In regards to this breakdown, and hopefully future breakdowns, it serves as a way to track improvements or regression, both individually and as a team. Keep in mind for this first one that we’re talking about analyzing a two game sample, and those two games are the first two games of the season.
With that said, I am going to take a look at ball screen defense, as there were a few questions about the ball screen defense that Pitt was facing after their loss to Nicholls State. That’s likely because the Panthers haven’t been very successful running ball screens to start the year, unlike the early part of last season.
To start a lot of their possessions or after a stagnant first 10 seconds or so, a Pitt front court player will set a back screen a good 5-12 feet above the three-point line in an effort to free sophomore guards Xavier Johnson and Trey McGowens into space with plenty of runway. By setting the screen directly behind (usually), the guards can read the defense and potentially go either direction with the ball.
Johnson mixes things up by not always waiting for the screen to be set, especially if he feels the defense shows their hand too early. McGowens uses the screen more, but still lacks the handle that enables a consistent, hard first dribble towards the basket. In both cases, the screen setter is pretty much a non-option to receive a pass that far away from the basket, and the defenses they’ve faced are keen to that.
Florida State consistently defended ball screens in the first half by fighting over the screen with the help defender containing with space underneath, ignoring the roll man altogether. The Seminoles fought to force the ball handler laterally and towards the sidelines, using the sideline as a third defender
This worked quite well against McGowens as he likes to pick up his dribble as he reaches the sideline (clip 1 & clip 5 below), and doesn’t have a great feel of how to navigate into the lane without a full head of steam (clip 4). Johnson handles the pressure much better, but anytime the defense forces him to move east and west (clip 2) it’s a win. Forcing him left and into a ton of help was the next best thing, as he likes to work the ball back to his right hand (clip 3).
In the second half, FSU switched a lot of ball screens, usually allowing junior guard Rayquan Evans to defend one-on-one. Switching into a 6’4” athletic guard is a luxury that not every team has.
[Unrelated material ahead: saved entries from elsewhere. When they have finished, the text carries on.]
/// The Theil-Sen line with Sen's interval for the slope (Theil, "A
/// rank-invariant method of linear and polynomial regression analysis",
/// Proc. KNAW 53, 1950; Sen, "Estimates of the regression coefficient based
/// on Kendall's tau", JASA 63, 1968; the interval's ranks as in Gilbert
/// 1987, sec. 16.5; from memory): the slope is the median of the N pairwise
/// slopes; with C = z sqrt(Var S), the interval runs from the
/// round((N - C)/2)-th to the (round((N + C)/2) + 1)-th smallest slope
/// (1-based, clamped to the list). The intercept is the median of
/// y - slope x (Conover, *Practical Nonparametric Statistics*, Wiley 1980;
/// from memory). (slope, low, high, intercept); `None` with no pair.
pub fn theil_sen(x: &[f64], y: &[f64], variance_s: f64, z: f64) -> Option<(f64, f64, f64, f64)> {
    let mut slopes = pairwise_slopes(x, y);
    if slopes.is_empty() {
        return None;
    }
    let n = slopes.len();
    let c = z * variance_s.max(0.0).sqrt();
    let nf = n as f64;
    let lower = (((nf - c) / 2.0).round() as i64 - 1).clamp(0, n as i64 - 1) as usize;
    let upper = (((nf + c) / 2.0).round() as i64).clamp(0, n as i64 - 1) as usize;
    let (lo, hi) = (slopes[lower], slopes[upper]);
    let slope = median(&mut slopes);
    let mut rest: Vec<f64> = x.iter().zip(y).map(|(x, y)| y - slope * x).collect();
    Some((slope, lo, hi, median(&mut rest)))
}

/// Ranks 1..n, ties given their average rank.
fn ranks(y: &[f64]) -> Vec<f64> {
    let mut order: Vec<usize> = (0..y.len()).collect();
    order.sort_by(|&a, &b| y[a].total_cmp(&y[b]));
    let mut r = vec![0.0; y.len()];
    let mut i = 0;
    while i < order.len() {
        let mut j = i + 1;
        while j < order.len() && y[order[j]] == y[order[i]] {
            j += 1;
        }
        // Positions i..j (0-based) share the ranks i+1..j: their mean.
        let mean = (i + 1 + j) as f64 / 2.0;
        for &k in &order[i..j] {
            r[k] = mean;
        }
        i = j;
    }
    r
}

/// The factor n/n* by which serial correlation inflates Var S (Hamed and
/// Rao, "A modified Mann-Kendall trend test for autocorrelated data",
/// J. Hydrology 204, 1998; from memory): the series is detrended with its
/// Theil-Sen slope per index, ranked, and the ranks' autocorrelations rho_i
/// that lie outside +-z/sqrt(n) enter
/// n/n* = 1 + 2/(n(n-1)(n-2)) sum_i (n-i)(n-i-1)(n-i-2) rho_i.
/// Floored at 1 here: a negative correlation is not let make the test
/// bolder than for independent values.
pub fn hamed_rao_factor(y: &[f64], z: f64) -> f64 {
    hamed_rao_raw(y, z).max(1.0)
}

/// [`hamed_rao_factor`] without the floor (the published expression).
fn hamed_rao_raw(y: &[f64], z: f64) -> f64 {
    let n = y.len();
    if n < 3 {
        return 1.0;
    }
    let idx: Vec<f64> = (1..=n).map(|i| i as f64).collect();
    let mut slopes = pairwise_slopes(&idx, y);
    let b = median(&mut slopes);
    let detrended: Vec<f64> = y.iter().zip(&idx).map(|(y, i)| y - b * i).collect();
    let r = ranks(&detrended);
    let mean = r.iter().sum::<f64>() / n as f64;
    let d: Vec<f64> = r.iter().map(|v| v - mean).collect();
    let c0: f64 = d.iter().map(|v| v * v).sum();
    if c0 <= 0.0 {
        return 1.0;
    }
    let nf = n as f64;
    let bound = z / nf.sqrt();
    let mut sum = 0.0;
    for lag in 1..n {
        let rho = d[..n - lag]
            .iter()
            .zip(&d[lag..])
            .map(|(a, b)| a * b)
            .sum::<f64>()
            / c0;
        if rho.abs() > bound {
            let m = (n - lag) as f64;
            sum += m * (m - 1.0) * (m - 2.0) * rho;
        }
    }
    1.0 + 2.0 / (nf * (nf - 1.0) * (nf - 2.0)) * sum
}

/// What the trend test and the robust slope found on one series.
#[derive(Debug, Clone, Copy, PartialEq, Serialize)]
pub struct Trend {
    /// Blocks tested (their maxima are the test's values).
    pub blocks: usize,
    /// Steps per block.
    pub block_steps: f64,
    /// Mann-Kendall S.
    pub s: f64,
    /// Var S with the tie correction, times the serial-correlation factor.
    pub variance: f64,
    /// Hamed and Rao's factor n/n* (1: no significant autocorrelation).
    pub correlation_factor: f64,
    /// The standardised statistic.
    pub z: f64,
    /// Its two-sided p-value.
    pub p_value: f64,
    /// `true` when p < [`ALPHA`] and S > 0: a rising trend.
    pub rising: bool,
    /// `true` when p < [`ALPHA`] and S < 0: a falling trend.
    pub falling: bool,
    /// Theil-Sen slope, error per step.
    pub slope: f64,
    /// Lower end of its 95% interval.
    pub slope_low: f64,
    /// Upper end of its 95% interval.
    pub slope_high: f64,
    /// The robust line's value at the last block's end.
    pub line_at_end: f64,
    /// The largest block maximum tested.
    pub largest: f64,
    /// Step at the end of the last block.
    pub end_step: f64,
}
The Colonels took Florida State’s first half plan to another level on Saturday. They trapped early (clip 1) and used the same fight over the top and contain underneath tactic throughout the game, especially against McGowens. Against Johnson they made him operate out of a telephone booth in ball screen situations, applying as much pressure from both defenders as possible (clips 2 & 3). Johnson is very good in space and uses the law of inertia when it comes to help defenders to his advantage (clip 4) if the defense isn’t disciplined; he’s more likely to make a team pay if he sees a similar situation and defensive look (clips 3 to 4).
Of course the early season ball screen issues can’t fall squarely on shoulders of the second year backcourt. Both forwards, junior Terrell Brown and graduate transfer Eric Hamilton could be a little sharper. Still, the players with the ball in their hands can make a screener look really good or awfully bad. Between Brown and Hamilton, they’ve only committed one offensive foul on screens in two games, so I am inclined to think the decisions being made before, during and after the screens are set are more the issue.
Until those issues are worked out, I’d expect every team to keep building upon what they’re seeing on film and that will start with Andy Toole and the Robert Morris Colonials (0-2) tomorrow night.